20110926_Inhoudelijke wijzigingen handboek – p.36


Wijzigingen in het handboek ‘Help! Eerste hulp voor iedereen’ – editie 2011 26 september 2011

Braken en diarree Braken en diarree komen dikwijls samen voor. Daarom behandelen we de aandoeningen samen. De eerste hulp komt grotendeels overeen, maar om het geheel overzichtelijk te houden, hebben we toch afzonderlijke kaders voorzien voor braken en voor diarree. Braken Een aandachtspunt bij de eerste hulp is vermijden dat je zelf besmet wordt. Dit kan je doen door wegwerphandschoenen aan te trekken als je braaksel opruimt. Ook na contact met het slachtoffer was je best je handen grondig met water en zeep. Wanneer je best verwijst naar een arts bij braken is niet altijd zo eenduidig. We geven een lijstje met richtlijnen: - achteruitgang van de algemene toestand van het slachtoffer; - een slachtoffer dat belangrijke medicatie inneemt (bijv. de pil, hartmedicatie of diabetesmedicatie); - bloed in het braaksel of zwart braaksel (oud bloed); - braken gepaard met koorts; - braken gepaard met diarree; - braken gepaard met hevige buikpijn. Uiteraard kan je bij twijfel altijd doorverwijzen: beter een keer te veel dan een keer te weinig… Diarree Net zoals bij braken is het voorkomen van uitdroging belangrijk. Onderzoek wijst uit dat baby’s en jonge kinderen met een milde vorm van diarree gewoon onverdunde melk kunnen blijven drinken. Als de diarree ernstiger is of als het slachtoffer tekenen van uitdroging vertoont, geef je best kant-en klare rehydratatie-oplossingen. Een aandachtspunt bij de eerste hulp is vermijden dat je zelf besmet wordt. Dit kan je doen door wegwerphandschoenen aan te trekken als je ontlasting opruimt. Ook na contact met het slachtoffer was je best je handen grondig met water en zeep. Het is niet eenvoudig om een duidelijke richtlijn te geven over het raadplegen van een arts bij diarree. Belangrijker dan de tijdsduur van de diarree is het al dan niet aanwezig zijn van alarmerende symptomen, namelijk: - bloederige diarree; - etter bij de stoelgang; - hoge koorts (meer dan 38,5°C); - hevige krampen. Ook als de toestand van het slachtoffer achteruit gaat (bijv. als er tekenen van uitdroging te zien zijn) of als hij belangrijke medicatie inneemt, verwijs je door naar een arts. Omwille van het mogelijke risico voor het ongeboren kind, zijn zwangere vrouwen ook best voorzichtig. Een keer te veel advies vragen aan de arts is minder erg dan een keer te weinig…

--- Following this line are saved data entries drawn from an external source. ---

/// A finding in shop terms for one edit of the fix.
fn finding_for(w: &Winding, e: &Edit) -> Finding {
    let label = |k: usize| w.label(k).to_string();
    let sorted_from_one = |coils: &[usize]| {
        let mut v: Vec<CoilNo> = coils.iter().map(|&c| CoilNo::at(c)).collect();
        v.sort_unstable();
        v
    };
    match e {
        Edit::ReverseCoil { coil } => Finding {
            kind: FindingKind::ReversedCoil,
            coils: vec![CoilNo::at(*coil)],
            slots: slots_of(w, &[*coil]),
            phases: vec![label(w.coils[*coil].phase)],
            detail: Fact::ReversedCoil {
                coil: coil_at(w, *coil),
            },
        },
        Edit::ReverseGroup { coils } => {
            let ph = label(w.coils[coils[0]].phase);
            let slots = slots_of(w, coils);
            Finding {
                kind: FindingKind::ReversedGroup,
                coils: sorted_from_one(coils),
                detail: Fact::ReversedGroup {
                    coils: sorted_from_one(coils),
                    phase: ph.clone(),
                    slots: slots.clone(),
                },
                slots,
                phases: vec![ph],
            }
        }
        Edit::MoveCoil {
            coil,
            from,
            to,
            reversed,
        } => Finding {
            kind: FindingKind::WrongPhase,
            coils: vec![CoilNo::at(*coil)],
            slots: slots_of(w, &[*coil]),
            phases: vec![label(*from), label(*to)],
            detail: Fact::WrongPhase {
                coil: coil_at(w, *coil),
                from: label(*from),
                to: label(*to),
                reversed: *reversed,
            },
        },
        Edit::SwapCoils {
            a,
            b,
            phase_a,
            phase_b,
        } => swapped_pair(w, *a, *b, *phase_a, *phase_b),
        Edit::MoveGroup {
            coils,
            from,
            to,
            reversed,
        } => {
            let slots = slots_of(w, coils);
            Finding {
                kind: FindingKind::GroupWrongPhase,
                coils: sorted_from_one(coils),
                detail: Fact::GroupWrongPhase {
                    coils: sorted_from_one(coils),
                    slots: slots.clone(),
                    from: label(*from),
                    to: label(*to),
                    reversed: *reversed,
                },
                slots,
                phases: vec![label(*from), label(*to)],
            }
        }
        Edit::RelayCoil { coil, go, back, .. } => {
            let c = &w.coils[*coil];
            let mut slots: Vec<SlotNo> = [c.go, c.back, *go, *back].map(SlotNo::at).to_vec();
            slots.sort_unstable();
            slots.dedup();
            let moved = [(c.go, *go), (c.back, *back)];
            let moved = moved.iter().filter(|(a, b)| a != b);
            let relaid = crate::winding::Coil {
                go: *go,
                back: *back,
                ..c.clone()
            };
            Finding {
                kind: FindingKind::CoilWrongSlots,
                coils: vec![CoilNo::at(*coil)],
                slots,
                phases: vec![label(c.phase)],
                detail: Fact::CoilWrongSlots {
                    coil: coil_at(w, *coil),
                    span: w.span(c).unsigned_abs(),
                    should_span: w.span(&relaid).unsigned_abs(),
                    overfilled: moved.clone().map(|&(a, _)| SlotNo::at(a)).collect(),
                    short: moved.map(|&(_, b)| SlotNo::at(b)).collect(),
                    go: SlotNo::at(*go),
                    back: SlotNo::at(*back),
                },
            }
        }
        Edit::ReversePhase { phase } => Finding {
            kind: FindingKind::ReversedPhase,
            coils: (0..w.coils.len())
                .filter(|&i| w.coils[i].phase == *phase)
                .map(CoilNo::at)
                .collect(),
            slots: Vec::new(),
            phases: vec![label(*phase)],
            detail: Fact::ReversedPhase {
                phase: label(*phase),
                leads: phase_leads(w, *phase),
            },
        },
        Edit::SwapPhases { a, b } => Finding {
            kind: FindingKind::LeadsSwapped,
            coils: (0..w.coils.len())
                .filter(|&i| w.coils[i].phase == *a || w.coils[i].phase == *b)
                .map(CoilNo::at)
                .collect(),
            slots: Vec::new(),
            phases: vec![label(*a), label(*b)],
            detail: Fact::LeadsSwapped {
                a: label(*a),
                b: label(*b),
                a_leads: phase_leads(w, *a),
                b_leads: phase_leads(w, *b),
            },
        },
    }
}
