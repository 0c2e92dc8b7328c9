//! Survey of slot/pole combinations: feasibility (and why not), q, the best span and its
//! k_w1, k_w5, k_w7, exact harmonic leakage, the span of least leakage, periodicity, cogging
//! indicator, radial pull, possible parallel paths and the lowest sub-harmonic, in parallel
//! over combinations.
//!
//! Double-layer rotary rows score every span 1..=Z/2 in the star-of-slots kernel
//! (`spans.rs`) without building a `Winding`. Tests hold every figure against the planner.
//! Single-layer and linear rows come from the planner itself.

use std::ops::RangeInclusive;

use rayon::prelude::*;
use serde::Serialize;

use crate::design::Design;
use crate::numbering::fraction;
mod spans;
pub mod two_speed;

use crate::winding::star::{order_amplitude, roots_of_unity};
use crate::winding::{
    Elec, Topology, double_layer_rotary_feasible, lcm, possible_path_counts, rotary_periodicity,
    synthesize_brief,
};
use spans::SpanScore;

/// What to survey.
#[derive(Debug, Clone, PartialEq)]
pub struct SurveyQuery {
    /// Slot counts Z.
    pub slots: RangeInclusive<usize>,
    /// Pole counts 2p (rotary: even ones only).
    pub poles: RangeInclusive<usize>,
    /// Layer counts to try.
    pub layers: Vec<usize>,
    /// Phase count m (odd, ≥ 3).
    pub phases: usize,
    /// Closed or open core.
    pub topology: Topology,
}

/// One slot/pole/layer combination.
#[derive(Debug, Clone, PartialEq, Serialize, schemars::JsonSchema)]
pub struct SurveyRow {
    /// Slots Z.
    pub slots: usize,
    /// Poles 2p.
    pub poles: usize,
    /// Layers.
    pub layers: usize,
    /// A balanced winding exists.
    pub feasible: bool,
    /// Slots per pole per phase q.
    #[serde(rename = "slots_per_pole_phase")]
    pub q: f64,
    /// q as a reduced fraction.
    #[serde(rename = "slots_per_pole_phase_fraction")]
    pub q_fraction: String,
    /// Best span: highest k_w1 among spans up to ⌈τ⌉, ties to the shorter.
    pub pitch: Option<usize>,
    /// k_w1 at the best span.
    pub winding: Option<f64>,
    /// k_w5 at the best span.
    pub winding_5: Option<f64>,
    /// k_w7 at the best span.
    pub winding_7: Option<f64>,
    /// The span of highest k_w1 (often full pitch), and its k_w1.
    pub max_winding_pitch: Option<usize>,
    /// k_w1 at `max_winding_pitch`.
    pub max_winding: Option<f64>,
    /// Differential leakage σ_d at the best span (exact).
    pub differential_leakage: Option<f64>,
    /// The buildable span (0.5 to 1.5 pole pitches, or tooth coils) of lowest σ_d.
    pub min_leakage_pitch: Option<usize>,
    /// σ_d at `min_leakage_pitch`.
    pub min_leakage: Option<f64>,
    /// How many spans were scored (k_w1, k_w5, k_w7 and exact σ_d for each).
    pub spans_scored: usize,
    /// Machine periodicity gcd(Z, p) (rotary).
    pub periodicity: Option<usize>,
    /// lcm(Z, 2p): the higher, the smaller the cogging torque of a PM rotor.
    pub lcm: Option<usize>,
    /// No rotational symmetry (gcd(Z, p) = 1 with Z odd): unbalanced radial pull.
    pub unbalanced_pull: Option<bool>,
    /// Parallel path counts that keep every path's EMF equal.
    pub parallel_paths: Vec<usize>,
    /// Lowest sub-harmonic order ν < 1 in the MMF, if any.
    pub lowest_subharmonic: Option<f64>,
    /// Why not, when infeasible (the JSON's `reason` string is the presenters' words).
    #[serde(skip)]
    pub reason: Option<Infeasible>,
}

/// All rows, in slot, pole, layer order.
#[derive(Debug, Clone, PartialEq, Serialize, schemars::JsonSchema)]
pub struct SurveyReport {
    /// Core kind surveyed.
    pub topology: Topology,
    /// Phases.
    #[serde(rename = "phase_count")]
    pub phases: usize,
    /// The combinations.
    pub rows: Vec<SurveyRow>,
}

/// Why a combination cannot be wound, as typed facts (worded, and written into the JSON as
/// the `reason` string, by `output::refusal_words`: only rows that are shown are worded).
#[derive(Debug, Clone, PartialEq)]
pub enum Infeasible {
    /// Z/(m·gcd(Z, p)) is not whole: no balanced double layer.
    NotWhole {
        /// Slots Z.
        slots: usize,
        /// Phases m.
        phases: usize,
        /// gcd(Z, p).
        periodicity: usize,
    },
    /// No span links the working flux.
    NoWorkingFlux,
    /// The planner's refusal.
    Refused(crate::winding::PlanError),
}

/// Sort keys for the survey.
#[derive(Debug, Clone, Copy, PartialEq, Eq)]
pub enum SortKey {
    /// Slots, then poles (the natural order).
    Slots,
    /// Poles, then slots.
    Poles,
    /// Highest k_w1 first.
    Winding,
    /// Lowest harmonic leakage first.
    Leakage,
    /// Highest lcm(Z, 2p) first (least cogging).
    Cogging,
}

/// Most slot/pole/layer combinations one survey takes: 150 000. Every row is kept for
/// sorting and its text table set whole, about 1.8 kB a row at the peak, so this keeps a
/// survey below 300 MB in every format (measured: README, Bounds).
pub const MAX_COMBINATIONS: usize = 150_000;

/// Run the survey; `tick` is called once per finished combination (for a progress bar).
pub fn survey(query: &SurveyQuery, tick: &(dyn Fn() + Sync)) -> SurveyReport {
    let combos = combinations(query);
    let rows = combos
        .par_iter()
        .map_init(Buffers::default, |buf, &(z, poles, layers)| {
            let r = row(query, z, poles, layers, buf);
            tick();
            r
        })
        .collect();
    SurveyReport {
        topology: query.topology,
        phases: query.phases,
        rows,
    }
}

/// Every combination the query names, in order.
pub fn combinations(query: &SurveyQuery) -> Vec<(usize, usize, usize)> {
    let mut out = Vec::new();
    for z in query.slots.clone() {
        for poles in query.poles.clone() {
            if query.topology == Topology::Rotary && poles % 2 != 0 {
                continue;
            }
            for &layers in &query.layers {
                out.push((z, poles, layers));
            }
        }
    }
    out
}

/// Keep rows passing `min_kw` and sort them by `key` (stable, so ties keep slot order).
pub fn filter_and_sort(
    report: &mut SurveyReport,
    min_kw: Option<f64>,
    feasible_only: bool,
    key: SortKey,
) {
    report.rows.retain(|r| {
        (!feasible_only || r.feasible) && min_kw.is_none_or(|k| r.winding.is_some_and(|w| w >= k))
    });
    let desc = |x: Option<f64>| -x.unwrap_or(f64::NEG_INFINITY);
    match key {
        SortKey::Slots => {}
        SortKey::Poles => report.rows.sort_by_key(|r| (r.poles, r.slots, r.layers)),
        SortKey::Winding => report
            .rows
            .sort_by(|a, b| desc(a.winding).total_cmp(&desc(b.winding))),
        SortKey::Leakage => report.rows.sort_by(|a, b| {
            let k = |r: &SurveyRow| r.differential_leakage.unwrap_or(f64::INFINITY);
            k(a).total_cmp(&k(b))
        }),
        SortKey::Cogging => report
            .rows
            .sort_by_key(|r| std::cmp::Reverse(r.lcm.unwrap_or(0))),
    }
}

fn divisors(n: usize) -> Vec<usize> {
    (1..=n).filter(|d| n.is_multiple_of(*d)).collect()
}

/// Per-thread scratch space, reused from one combination to the next.
#[derive(Default)]
struct Buffers {
    /// The double-layer kernel's scratch space.
    spans: spans::Scratch,
    /// Slot currents of a planned winding.
    currents: Vec<f64>,
    /// The Z roots of unity.
    roots: Vec<(f64, f64)>,
}

fn row(query: &SurveyQuery, z: usize, poles: usize, layers: usize, buf: &mut Buffers) -> SurveyRow {
    let m = query.phases;
    // Flat primaries refine q from the planner's coil positions.
    let q_fraction = fraction(z as u64, (m * poles) as u64);
    let base = SurveyRow {
        slots: z,
        poles,
        layers,
        feasible: false,
        q: z as f64 / (m * poles) as f64,
        q_fraction,
        pitch: None,
        winding: None,
        winding_5: None,
        winding_7: None,
        max_winding_pitch: None,
        max_winding: None,
        differential_leakage: None,
        min_leakage_pitch: None,
        min_leakage: None,
        spans_scored: 0,
        periodicity: None,
        lcm: None,
        unbalanced_pull: None,
        parallel_paths: Vec::new(),
        lowest_subharmonic: None,
        reason: None,
    };
    match (query.topology, layers) {
        (Topology::Rotary, 2) => rotary_double_row(base, m, buf),
        _ => planner_row(base, query.topology, m, buf),
    }
}

/// Double-layer rotary row from the star of slots, allocation-free but for the reused
/// current buffer and the short list of path counts.
fn rotary_double_row(mut r: SurveyRow, m: usize, bufs: &mut Buffers) -> SurveyRow {
    let (z, poles) = (r.slots, r.poles);
    let p = poles / 2;
    let t = rotary_periodicity(z, poles);
    r.periodicity = Some(t);
    r.lcm = Some(lcm(z, poles));
    r.unbalanced_pull = Some(t == 1 && z % 2 == 1);
    if !double_layer_rotary_feasible(z, poles, m) {
        r.reason = Some(Infeasible::NotWhole {
            slots: z,
            phases: m,
            periodicity: t,
        });
        return r;
    }
    // Every span 1..=Z/2 is scored by the star-of-slots kernel ([`spans`]); the choice is
    // among the spans `pitch` would recommend: within 0.5..1.5 pole pitches, or tooth coils.
    let tau = z as f64 / poles as f64;
    let (lo, hi) = crate::warnings::SPAN_BAND;
    let longest = (z / 2).max(1);
    let buildable =
        |y: usize| y == 1 || (y as f64 / tau >= lo - 1e-12 && y as f64 / tau <= hi + 1e-12);
    let scratch = &mut bufs.spans;
    spans::score(z, p, m, longest, scratch);
    // As `pitch` recommends: the least content Σ(k_wν/k_w1)² of orders 5, 7, 11, 13 among
    // spans keeping k_w1 ≥ 0.9; ties to the higher k_w1, then the shorter span; if none
    // keeps the floor, the highest k_w1.
    let floor = 0.9;
    let mut best: Option<SpanScore> = None;
    let mut highest: Option<SpanScore> = None;
    let mut calmest: Option<SpanScore> = None;
    for sc in scratch.spans.iter().filter(|sc| buildable(sc.span)) {
        if highest.is_none_or(|h| sc.kw1 > h.kw1 + 1e-12) {
            highest = Some(*sc);
        }
        if let Some(sd) = sc.sigma_d
            && calmest.is_none_or(|c| c.sigma_d.is_none_or(|cs| sd < cs - 1e-12))
        {
            calmest = Some(*sc);
        }
        if sc.kw1 >= floor - 1e-12 && sc.kw1 > 0.0 {
            let better = match best {
                None => true,
                Some(b) => {
                    if (sc.content - b.content).abs() > 1e-9 {
                        sc.content < b.content
                    } else {
                        sc.kw1 > b.kw1 + 1e-12
                    }
                }
            };
            if better {
                best = Some(*sc);
            }
        }
    }
    let Some(chosen) = best.or(highest) else {
        r.reason = Some(Infeasible::NoWorkingFlux);
        return r;
    };
    r.feasible = true;
    r.pitch = Some(chosen.span);
    r.winding = Some(chosen.kw1);
    r.winding_5 = Some(chosen.kw5);
    r.winding_7 = Some(chosen.kw7);
    r.max_winding_pitch = highest.map(|h| h.span);
    r.max_winding = highest.map(|h| h.kw1);
    r.differential_leakage = chosen.sigma_d;
    r.min_leakage_pitch = calmest.map(|c| c.span);
    r.min_leakage = calmest.and_then(|c| c.sigma_d);
    r.spans_scored = scratch.spans.len();
    let units = if (z / t).is_multiple_of(2) { 2 * t } else { t };
    r.parallel_paths = divisors(units);
    r.lowest_subharmonic =
        lowest_subharmonic(p, t, |n| spans::order_amplitude(scratch, n, chosen.span));
    r
}

/// The lowest sub-harmonic ν = n/p (n < p, a multiple of the periodicity t) whose MMF
/// amplitude `amplitude(n)` is not nil against the working wave's `amplitude(p)`.
fn lowest_subharmonic(p: usize, t: usize, amplitude: impl Fn(usize) -> f64) -> Option<f64> {
    let reference = amplitude(p);
    (1..p)
        .filter(|n| n % t.max(1) == 0)
        .find(|&n| amplitude(n) > 1e-9 * reference)
        .map(|n| n as f64 / p as f64)
}

/// Rows the planner decides: single layer, and every flat primary.
fn planner_row(mut r: SurveyRow, topology: Topology, m: usize, bufs: &mut Buffers) -> SurveyRow {
    let (z, poles) = (r.slots, r.poles);
    if topology == Topology::Rotary {
        r.lcm = Some(lcm(z, poles));
    }
    let design = Design {
        phases: m,
        phase_labels: (1..=m).map(|i| format!("P{i}")).collect(),
        ..Design::basic(topology, z, poles, r.layers)
    };
    match synthesize_brief(&design) {
        Err(e) => {
            r.reason = Some(Infeasible::Refused(e));
        }
        Ok(w) => {
            let (n, d) = w.slots_per_pole_phase();
            let qf = fraction(n, d);
            r.q = n as f64 / d as f64;
            r.q_fraction = qf;
            r.feasible = true;
            r.pitch = Some(w.pitch);
            r.winding = Some(crate::factors::fundamental(&w).winding);
            r.winding_5 = Some(crate::factors::factors_at(&w, 0, Elec(5.0)).winding);
            r.winding_7 = Some(crate::factors::factors_at(&w, 0, Elec(7.0)).winding);
            r.spans_scored = 1;
            r.max_winding_pitch = r.pitch;
            r.max_winding = r.winding;
            r.differential_leakage = crate::field::differential_leakage(&w);
            r.min_leakage_pitch = r.pitch;
            r.min_leakage = r.differential_leakage;
            r.parallel_paths = possible_path_counts(&w);
            if topology == Topology::Rotary {
                // Symmetry from the coils themselves, as plan reports it.
                let p = poles / 2;
                let t = w.periodicity();
                r.periodicity = Some(t);
                r.unbalanced_pull = Some(!w.balanced_pull());
                let cur = &mut bufs.currents;
                crate::winding::star::balanced_slot_currents(&w, cur);
                roots_of_unity(z, &mut bufs.roots);
                let roots = &bufs.roots;
                r.lowest_subharmonic = lowest_subharmonic(p, t, |n| order_amplitude(cur, roots, n));
            }
        }
    }
    r
}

20110926_Inhoudelijke wijzigingen handboek – p.37


Wijzigingen in het handboek ‘Help! Eerste hulp voor iedereen’ – editie 2011 26 september 2011

Preventie van diarree werd opgenomen in het nieuwe handboek. Hierin staan een aantal tips die specifiek zijn voor de preventie van reizigersdiarree, maar zeker ook nuttig zijn in onze streken. Minder hygiënische omstandigheden kunnen zich immers niet enkel op reis voordoen, maar ook bijvoorbeeld bij grote evenementen, in lokale kraampjes, bij verkoop van voeding op markten…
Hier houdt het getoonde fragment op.